Bu anlayışla herhangi bir faaliyetin
yürütülemeyeceği çok açıktır. Böyle bir anlayış tüm alanlardan daha fazla SDB
örgütlenmelerinde ağır tahribatlara yol açar ve devrimin yumruğunu etkisiz hale
getirir. Bu yumruğun felç olmaması için SDB savaşçılarının motivasyonunun
her zaman en üst düzeyde olması, siyasi ve askeri bilinç düzeyinin
yükseltilmesi gerekir. Bugün SDB'lerimizde böyle bir motivasyon, böyle bir siyasi-askeri bilinç yaratılmıştır. Bu
motivasyon ve bilinç SDB'lerimizi
her an hareketli, her an üretken kılmıştır. İşte bu hareketlilik ve üretkenliğin
sağlanmasında devrimci hareketimizin yönlendirici rolü elbette ki
belirleyicidir. Ancak bu yönlendiriciliğin yanında, Halil gibi sorunu kafasında
çözmüş savaşçı ve komutanların da büyük bir rolü vardır. Bu yönlendiricilik
Halil yoldaş gibilerinin bilinçli ve ısrarlı tavırlarıyla pratikte somutluk
kazanmış ve bir geleneğin giderek kökleşmesi sağlanmıştır.
...
Sayısız eyleme girip çıkan, eylemlerdeki atılgan ve gözünü budaktan sakınmaz tavırlarıyla
başarılarda önemli bir role sahip olan Halil, birçok kere ölümle tanışmış,
ölümle alay edebilmiştir. Bu ölüm değildi. Bu, halkların kurtuluş mücadelesinde
toprağa düşen bir tohum olmaktı. Bu devrimci mücadelenin şehitler kervanına
katılmaktı. Halil de ölümü hep böyle kavradığı için, hiçbir zaman ölüm-yaşam
ikilemine düşmemiştir.
(Bu anlatım, Haziran Yayınevi tarafından yayınlanan “Bayrağımız
Ülkenin Her Tarafında Dalgalanacak” adlı broşürden alınmıştır.)
***
Bir Yakını Halil Ateşi Anlatıyor:
Onun çok belirgin özelliği, düzenli olması ve
giyiminde titiz davranmasıydı. Ben hiçbir zaman onu ütüsüz pantolonla görmedim.

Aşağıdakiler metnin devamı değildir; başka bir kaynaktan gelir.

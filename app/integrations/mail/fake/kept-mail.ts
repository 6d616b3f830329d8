import { createHash } from "node:crypto";
import { appendFile, mkdir, readdir, readFile, rename, stat, writeFile } from "node:fs/promises";
import { join } from "node:path";
import { z } from "zod";

/** A mail as the demo's own mail server keeps it beside the file that came. */
const keptMailSchema = z.object({
  id: z.string(),
  messageId: z.string(),
  to: z.array(z.string()),
  subject: z.string(),
  from: z.string(),
  text: z.string(),
  /** pictures that came with it stand in it */
  html: z.string(),
  headers: z.record(z.string(), z.string()),
  arrivedAt: z.string(),
});
export type KeptMail = z.infer<typeof keptMailSchema>;

const DELIVERIES = "deliveries.jsonl";

/** The name of a mail's files, from its Message-ID: what comes again has it already. */
export const keptId = (messageId: string) => createHash("sha256").update(messageId).digest("hex").slice(0, 32);

/** Whether a mail of this Message-ID has been kept. */
export async function isKept(folder: string, messageId: string): Promise<boolean> {
  return stat(join(folder, `${keptId(messageId)}.json`)).then(
    () => true,
    () => false,
  );
}

/**
 * Keeps a mail as it came (.eml) and as it reads (.json); one that is there already stays as it is, as readers of mail hide it.
 * Every delivery is noted, repeated or not.
 */
export async function keepMail(folder: string, raw: Buffer, mail: KeptMail): Promise<void> {
  await mkdir(folder, { recursive: true, mode: 0o700 });
  const repeated = await isKept(folder, mail.messageId);
  if (!repeated) {
    await whole(join(folder, `${mail.id}.eml`), raw);
    await whole(join(folder, `${mail.id}.json`), JSON.stringify(mail, null, 2));
  }
  const { messageId, to, arrivedAt } = mail;
  await appendFile(join(folder, DELIVERIES), `${JSON.stringify({ messageId, to, arrivedAt, repeated })}\n`);
}

/** A file that is there whole or not at all. */
async function whole(file: string, content: string | Buffer): Promise<void> {
  await writeFile(`${file}.part`, content, { mode: 0o600 });
  await rename(`${file}.part`, file);
}

/** Every mail that was kept, the newest first. */
export async function readKept(folder: string): Promise<KeptMail[]> {
  const files = await readdir(folder).catch(() => []);
  const mails = await Promise.all(
    files
      .filter((file) => /^[0-9a-f]{32}\.json$/.test(file))
      .map(async (file) => keptMailSchema.parse(JSON.parse(await readFile(join(folder, file), "utf8")))),
  );
  return mails.toSorted((a, b) => b.arrivedAt.localeCompare(a.arrivedAt));
}
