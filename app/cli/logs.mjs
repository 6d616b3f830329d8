import { closeSync, existsSync, openSync, readSync, renameSync, statSync } from "node:fs";

const largestLog = 5_000_000;

/**
 * Puts a log that has grown large aside, over the one put aside before.
 *
 * @param {string} file
 */
export function rotateLog(file) {
  if (existsSync(file) && statSync(file).size > largestLog) renameSync(file, `${file}.old`);
}

/**
 * @param {string} file
 * @param {number} [count]
 * @returns {string} its last lines, nothing when there is no such file
 */
export function lastLinesOf(file, count = 20) {
  if (!existsSync(file)) return "";
  const { size } = statSync(file);
  const end = Buffer.alloc(Math.min(size, 64_000));
  const log = openSync(file, "r");
  readSync(log, end, 0, end.length, size - end.length);
  closeSync(log);
  return end.toString("utf8").trimEnd().split("\n").slice(-count).join("\n");
}
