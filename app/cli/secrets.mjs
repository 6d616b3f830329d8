import { randomBytes } from "node:crypto";
import { existsSync, readFileSync, renameSync, writeFileSync } from "node:fs";
import { join } from "node:path";
import { ownFolder } from "./project.mjs";

/**
 * Passwords of the database's roles.
 *
 * @typedef {{ administrator: string, owner: string, app: string }} DatabasePasswords
 */

/** @returns {DatabasePasswords} letters, digits, - and _ only: they stand in URLs and SQL as they are */
export function newPasswords() {
  const password = () => randomBytes(24).toString("base64url");
  return { administrator: password(), owner: password(), app: password() };
}

/**
 * The secrets of this copy: each made once, readable by this account alone.
 *
 * @returns {{ database: DatabasePasswords, sealing: string }}
 */
function kept() {
  const file = join(ownFolder, "secrets.json");
  const known = existsSync(file) ? JSON.parse(readFileSync(file, "utf8")) : {};
  const secrets = { database: newPasswords(), sealing: newSealingSecret(), ...known };
  // One that was added since is made for a copy that has been there before.
  if (Object.keys(secrets).some((name) => !(name in known))) {
    writeFileSync(`${file}.new`, `${JSON.stringify(secrets, null, 2)}\n`, { mode: 0o600 });
    renameSync(`${file}.new`, file);
  }
  return secrets;
}

/** The passwords of this copy's own database. */
export const keptPasswords = () => kept().database;

/** Under what this copy seals the secrets that it has to read again. */
export const keptSealingSecret = () => kept().sealing;

/** @returns {string} 32 bytes made at random */
export const newSealingSecret = () => randomBytes(32).toString("base64url");
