import type { ReactNode } from "react";
import { count, RunProgress } from "./RunProgress.tsx";
import type { RunState } from "./use-worker-run.ts";

interface Props {
  state: RunState<unknown>;
  /** what is counted, as the name of the bar and as a noun: 'Findings looked into', 'findings' */
  label: string;
  noun: string;
  /** what is said once it is done; nothing then and no button without it */
  done?: string;
  /** what the button says that begins; nothing where it begins by itself */
  begin?: string;
  onStart: () => void;
  onStop: () => void;
  /** another way to the answer, for when it cannot be worked out here */
  otherwise?: ReactNode;
}

/** Progress of a run in a worker with its one button: it begins, stops and begins again. */
export function RunBar({ state, label, noun, done, begin, onStart, onStop, otherwise }: Props) {
  const running = state.kind === "running";
  const said = saidOf(state, noun, done);
  const name = running ? "Stop" : state.kind === "idle" ? begin : "Start again";
  if (state.kind === "done" && said === null) return null;
  return (
    <div className="screen-only flex flex-wrap items-center gap-x-4 gap-y-2">
      {running ? <RunProgress done={state.done} of={state.of} label={label} /> : null}
      <p role="status" className={said === null ? "sr-only" : state.kind === "failed" ? "text-stop" : "text-quiet"}>
        {said}
        {state.kind === "failed" && otherwise ? <> {otherwise}</> : null}
      </p>
      {name ? (
        <button type="button" className="btn" onClick={running ? onStop : onStart}>
          {name}
        </button>
      ) : null}
    </div>
  );
}

function saidOf(state: RunState<unknown>, noun: string, done: string | undefined): string | null {
  switch (state.kind) {
    case "stopped":
      return state.of === 0
        ? "Stopped before it began."
        : `Stopped at ${count(state.done)} of ${count(state.of)} ${noun}.`;
    case "done":
      return done ?? null;
    case "failed":
      return state.why;
    default:
      return null;
  }
}
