import { constants } from "node:os";
import { Keeper } from "./keeper.mjs";
import { watchNpm } from "./npm-parent.mjs";
import { Stopped, printFailure } from "./sentence.mjs";

/**
 * Does a command's work and ends this process. Ctrl-C, SIGTERM, the closing of the terminal and the death of npm cut
 * the work short; whatever ends it, everything that it started through the keeper is stopped first.
 *
 * @param {string} recordFile where the keeper's record is kept
 * @param {(keeper: Keeper) => Promise<number>} work returns the exit code
 */
export async function runCommand(recordFile, work) {
  // A closed terminal or pipe is no reason to leave anything running.
  for (const stream of [process.stdout, process.stderr]) stream.on("error", () => undefined);
  const keeper = new Keeper(recordFile);
  /** Exit code when the work was cut short. */
  let interrupted = 1;
  for (const signal of /** @type {const} */ (["SIGINT", "SIGTERM", "SIGHUP"])) {
    process.on(signal, () => {
      if (!keeper.stopping) console.log("Stopping…");
      interrupted = 128 + constants.signals[signal];
      void keeper.stop();
    });
  }
  watchNpm(() => void keeper.stop());

  let code;
  try {
    code = await work(keeper);
  } catch (error) {
    printFailure(error);
    code = error instanceof Stopped ? interrupted : 1;
  }
  await keeper.stop();
  process.exit(code);
}
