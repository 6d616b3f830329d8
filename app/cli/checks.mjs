import { root } from "./project.mjs";
import { Stopped, printFailure } from "./sentence.mjs";

/** @typedef {import("./tally.mjs").Tally} Tally */

const oneFailed = { passed: 0, failed: 1 };

/**
 * What a program that is one check by itself counts.
 *
 * @param {number | null} exitCode
 * @returns {Tally}
 */
export function asCheck(exitCode) {
  return exitCode === 0 ? { passed: 1, failed: 0 } : oneFailed;
}

/** Runs checks one after the other, prints what they print, and adds up how they end. */
export class Checks {
  /** @type {{ name: string, tally: Tally }[]} */
  #done = [];

  /**
   * @param {import("./keeper.mjs").Keeper} keeper
   * @param {NodeJS.ProcessEnv} env for every program
   */
  constructor(keeper, env) {
    this.keeper = keeper;
    this.env = env;
  }

  /**
   * Does a check; one that throws has failed, and the next ones go on.
   *
   * @param {string} name
   * @param {() => Promise<Tally>} work
   * @returns {Promise<Tally>}
   */
  async count(name, work) {
    console.log(`\n── ${name}`);
    const tally = await this.need(name, work);
    if (tally) this.#done.push({ name, tally });
    return tally ?? oneFailed;
  }

  /**
   * Does what checks need. It counts, as one failed check, only when it throws.
   *
   * @template T
   * @param {string} name
   * @param {() => Promise<T>} work
   * @returns {Promise<T | undefined>} undefined when it has failed
   */
  async need(name, work) {
    try {
      return await work();
    } catch (error) {
      if (error instanceof Stopped) throw error;
      printFailure(error);
      this.#done.push({ name, tally: oneFailed });
      return undefined;
    }
  }

  /**
   * Runs one of Node's programs as a check.
   *
   * @param {string} name
   * @param {string[]} args the program's file and its arguments
   */
  run(name, args) {
    return this.count(name, async () => asCheck(await this.program(args)));
  }

  /**
   * Runs one of Node's programs, which prints as it goes.
   *
   * @param {string[]} args the program's file and its arguments
   * @param {import("./keeper.mjs").ProgramOptions} [options]
   * @returns {Promise<number | null>} its exit code
   */
  async program(args, options = {}) {
    const env = { ...this.env, ...options.env };
    const { code } = await this.keeper.outcome(process.execPath, args, { cwd: root, ...options, env });
    return code;
  }

  /** Prints each check's result and, alone on the last line, the sum. */
  print() {
    const width = Math.max(...this.#done.map(({ name }) => name.length));
    const line = (/** @type {Tally} */ { passed, failed }) => `${passed} passed, ${failed} failed`;
    const { passed, failed } = this.sum();
    console.log("");
    for (const { name, tally } of this.#done) console.log(`${name.padEnd(width)}  ${line(tally)}`);
    console.log(`\n${line({ passed, failed })}`);
  }

  /** @returns {Tally} */
  sum() {
    const add = (/** @type {"passed" | "failed"} */ outcome) =>
      this.#done.reduce((sum, { tally }) => sum + tally[outcome], 0);
    return { passed: add("passed"), failed: add("failed") };
  }
}
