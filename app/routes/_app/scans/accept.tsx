import type { ShouldRevalidateFunctionArgs } from "react-router";
import { AcceptPage } from "#app/components/films/AcceptPage.tsx";
import { scopeOf } from "#app/server/contexts.server.ts";
import { acceptForm } from "#app/services/films/accept-form.server.ts";
import { acceptance } from "#app/services/films/accept-scan.server.ts";
import type { Route } from "./+types/accept";

export const meta: Route.MetaFunction = ({ loaderData }) => [
  { title: `Accept ${loaderData?.acceptance.scan.label ?? "a scan"} · Scans · Planeward` },
];

export async function loader({ context, params }: Route.LoaderArgs) {
  return { acceptance: await acceptance(scopeOf(context), params.scanId) };
}

export async function action({ request, context, params }: Route.ActionArgs) {
  return acceptForm(request, scopeOf(context), params.scanId);
}

/** After a conflict it is to be seen what accepting does now. */
export function shouldRevalidate({ actionStatus, defaultShouldRevalidate }: ShouldRevalidateFunctionArgs): boolean {
  return actionStatus === 409 || defaultShouldRevalidate;
}

export default function Accept({ loaderData, actionData }: Route.ComponentProps) {
  return <AcceptPage acceptance={loaderData.acceptance} lastResult={actionData?.lastResult} />;
}
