import { LARGEST_FILE, LARGEST_FILE_WORDS, tooLargeSentence } from "#app/lib/scan-file.ts";
import { profileFileSchema, tableFileSchema, type FileAnswer } from "#app/schemas/scan-import.ts";
import { scopeOf } from "#app/server/contexts.server.ts";
import { parseForm } from "#app/server/parse-form.server.ts";
import { problem } from "#app/server/problem.server.ts";
import { readUpload } from "#app/server/upload.server.ts";
import { scanPrograms } from "#app/services/scans.server.ts";
import { importFile } from "#app/services/wafers/import-file.server.ts";
import type { Route } from "./+types/import-file";

/** What a page may send here is sent by the import screen; there is nothing to look at. */
export function loader({ context }: Route.LoaderArgs): never {
  scanPrograms(scopeOf(context), "upload scans");
  throw problem(404, "Nothing is shown here. Import files from the page of the scans.");
}

/** Fields that each file has of its own; a fault there is no fault of what the batch shares. */
const OF_FILE = /^(?:wafer|lot|slot|side|lines|profile|instrument)\b/;
const answer = (said: FileAnswer) =>
  Response.json(said, { status: said.outcome === "placed" || said.outcome === "measured" ? 201 : 200 });

/** Takes one file of an import and says what came of it; a refusal is an answer like any other, for its line in the list. */
export async function action({ request, context }: Route.ActionArgs) {
  const scope = scopeOf(context);
  scanPrograms(scope, "upload scans");
  const { files, tooLarge, formData } = await readUpload(request, ["file"], {
    bytes: LARGEST_FILE,
    words: LARGEST_FILE_WORDS,
  });
  if (tooLarge.file)
    return answer({ outcome: "refused", reason: tooLargeSentence(tooLarge.file.name, tooLarge.file.size) });
  if (!files.file) return answer({ outcome: "refused", reason: "No file arrived. Choose it again." });
  // Only profiles lie on a line; a table says itself of which wafers it is.
  const submission = formData.has("lines")
    ? parseForm(formData, profileFileSchema)
    : parseForm(formData, tableFileSchema);
  if (submission.status === "success") return answer(await importFile(scope, submission.value, files.file));
  const errors = errorsOf(submission.reply().error ?? {});
  const [own] = Object.entries(errors).flatMap(([field, said]) => (OF_FILE.test(field) ? said : []));
  return answer(own === undefined ? { outcome: "fields", errors } : { outcome: "refused", reason: own });
}

const errorsOf = (errors: Record<string, string[] | null>) =>
  Object.fromEntries(Object.entries(errors).flatMap(([field, said]) => (said ? [[field, said]] : [])));
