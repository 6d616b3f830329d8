import { join } from "node:path";
import { freePort, loopback } from "./ports.mjs";
import { root } from "./project.mjs";

/**
 * What the server and the worker are told of mail: what the environment says, or else the copy's own mail server, which delivers
 * nothing but into a folder. Beside a database of somebody else's nothing is made up: without SMTP_URL their mail waits.
 *
 * @param {import("./keeper.mjs").Keeper} keeper
 * @param {{ env: NodeJS.ProcessEnv, address: string, folder: string, own: boolean }} options address: where this copy is
 *   opened; folder: where its own mail server keeps what comes; own: whether it may start one
 * @returns {Promise<NodeJS.ProcessEnv>}
 */
export async function mailSettings(keeper, { env, address, folder, own }) {
  if (env.SMTP_URL || !own) return { ...env, DEMO_MAIL_FOLDER: undefined };
  const port = await freePort();
  keeper.start(process.execPath, ["--import", "tsx", join(root, "app/integrations/mail/fake/run.ts")], {
    cwd: root,
    env: { ...env, SMTP_PORT: String(port), DEMO_MAIL_FOLDER: folder },
    stdio: ["ignore", "ignore", "inherit"],
    stop: [
      ["SIGTERM", 2_000],
      ["SIGKILL", 2_000],
    ],
  });
  return {
    ...env,
    SMTP_URL: `smtp://${loopback}:${port}`,
    MAIL_FROM: env.MAIL_FROM ?? "Planeward <planeward@kestrel-ridge.example>",
    PUBLIC_ADDRESS: env.PUBLIC_ADDRESS ?? address,
    DEMO_MAIL_FOLDER: folder,
  };
}
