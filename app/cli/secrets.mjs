import { randomBytes } from "node:crypto";
import { existsSync, readFileSync, renameSync, writeFileSync } from "node:fs";
import { join } from "node:path";
import { ownFolder } from "./project.mjs";

/**
 * Passwords of the database's roles.
 *
 * @typedef {{ administrator: string, owner: string, app: string }} DatabasePasswords
 */

/** @returns {DatabasePasswords} letters, digits, - and _ only: they stand in URLs and SQL as they are */
export function newPasswords() {
  const password = () => randomBytes(24).toString("base64url");
  return { administrator: password(), owner: password(), app: password() };
}

/**
 * The passwords of this copy's own database: made once, readable by this account alone.
 *
 * @returns {DatabasePasswords}
 */
export function keptPasswords() {
  const file = join(ownFolder, "secrets.json");
  if (existsSync(file)) return JSON.parse(readFileSync(file, "utf8")).database;
  const passwords = newPasswords();
  writeFileSync(`${file}.new`, `${JSON.stringify({ database: passwords }, null, 2)}\n`, { mode: 0o600 });
  renameSync(`${file}.new`, file);
  return passwords;
}
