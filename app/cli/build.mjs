import { existsSync, readFileSync, rmSync, statSync, writeFileSync } from "node:fs";
import { join } from "node:path";
import { packageProgram, root } from "./project.mjs";
import { Sentence } from "./sentence.mjs";
import { fingerprint } from "./stamp.mjs";

/** What the production build is made from. */
const sources = ["app", "public", "package-lock.json", "vite.config.ts", "react-router.config.ts", "tsconfig.json"];

/** The built server, which react-router-serve loads. */
export const builtServer = join(root, "build", "server", "index.js");

const stampFile = join(root, "build", "sources.txt");

/**
 * What a build is known by: its sources, and when the result was written, lest another build be taken for it.
 *
 * @param {string} sourcesFingerprint
 */
function stamp(sourcesFingerprint) {
  return `${sourcesFingerprint} ${statSync(builtServer).mtimeMs}\n`;
}

/**
 * Makes the production build, whatever is there.
 *
 * @param {import("./keeper.mjs").Keeper} keeper
 * @param {import("./keeper.mjs").ProgramOptions} [options]
 * @returns {Promise<{ code: number | null, lastLines: string }>} how the bundler ended
 */
export async function build(keeper, options = {}) {
  const made = fingerprint(root, sources);
  rmSync(stampFile, { force: true });
  const outcome = await keeper.outcome(process.execPath, [packageProgram("react-router"), "build"], {
    cwd: root,
    ...options,
    env: { ...(options.env ?? process.env), NODE_ENV: "production" },
  });
  if (outcome.code === 0) writeFileSync(stampFile, stamp(made));
  return outcome;
}

/**
 * Makes the production build when its sources have changed since.
 *
 * @param {import("./keeper.mjs").Keeper} keeper
 */
export async function buildWhenChanged(keeper) {
  const isBuilt = existsSync(builtServer) && existsSync(stampFile);
  if (isBuilt && readFileSync(stampFile, "utf8") === stamp(fingerprint(root, sources))) return;
  console.log("Building…");
  const { code, lastLines } = await build(keeper, { stdio: ["ignore", "pipe", "pipe"] });
  if (code !== 0) throw new Sentence("The application could not be built.", lastLines);
}
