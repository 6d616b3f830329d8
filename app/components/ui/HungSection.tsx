import { useId, type ReactNode } from "react";

interface Props {
  title: string;
  /** what the order or the group means, in a few words */
  remark?: string | undefined;
  children: ReactNode;
}

/** A part of a page whose heading hangs at the left of it, ruled off from the part above. */
export function HungSection({ title, remark, children }: Props) {
  const id = useId();
  return (
    <section
      aria-labelledby={id}
      className="grid gap-x-4 border-t border-ink pt-3 pb-6 tablet:grid-cols-[144px_minmax(0,1fr)]"
    >
      <div className="max-tablet:mb-2">
        <h2 id={id} className="font-semibold">
          {title}
        </h2>
        {remark && <p className="text-label text-quiet">{remark}</p>}
      </div>
      <div className="min-w-0">{children}</div>
    </section>
  );
}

"Her şeyimizle örnek olmalıyız." derdi. Bu
düzenliliği ve titizliği mücadelesine de yansımıştı. Ölüm karşısında da en ufak
bir tereddüt göstermeyeceğini biliyordum. Çünkü "Çatışarak öleceğim."
demişti. O, Ferit Eliuygun'un ölümüne üzülmüştü. Ama
"Ölüm Ferit'le bile güzeldir" diyebilmişti. Zaten vasiyeti de
Ferit'in yanma Devrimci Sol geleneklerine uygun bir şekilde gömülmekti.
Bir keresinde haberlerde yakalananlar vardı. Ve
belge ele geçtiğinden söz ediliyordu, Halil, böyle şeyleri kabul edemezdi.
"Böylesi durumlarda yapacağım ilk iş belgeleri yok etmek ve ondan sonra
çatışmaktır." demişti.
O her şeyiyle mükemmel bir insandı. Dürüst, sıcak,
akıllı ve kararlıydı. Herkesin derdine ortak olur, çözüm bulmaya çalışırdı.
Uzak görüşlü olması onun aramızda saygın bir yer
almasını sağladı. Soğukkanlılığı ise, çok belirgindi. Sakin davranışları onu
birçok kez kurtarmıştır. Düşünür, eksiği gediği tamamlamaya çalışır ve bunları
yaparken telaşlanmazdı.
Özellikle bir devrimci öldüğünde ağıt yakılmasını,
ağlanmasını istemezdi. "Acınızı" derdi "başka türlü düşmandan çıkarın."
Randevularına ise, oldukça sadık ve dakikti. Ben sadece gezmek için bile olsa onunla
buluştuğumda geç kalsam azarını işitirdim. Gözleri ise insanları en çok etkileyen
ve özellikle onu anlatan özel bir parçasıydı sanki. O gözlerde her şeyi görmek
mümkündü. Bütün duygularını rahatlıkla gözlerinde anlatabilirdi. O, yaşamı
boyunca her işte çalışmıştır. Konfeksiyondan tutun da inşaatlara kadar çalıştığı
birçok yeri biliyorum. O, inanç adamı, o savaşçı ve yöneticiydi.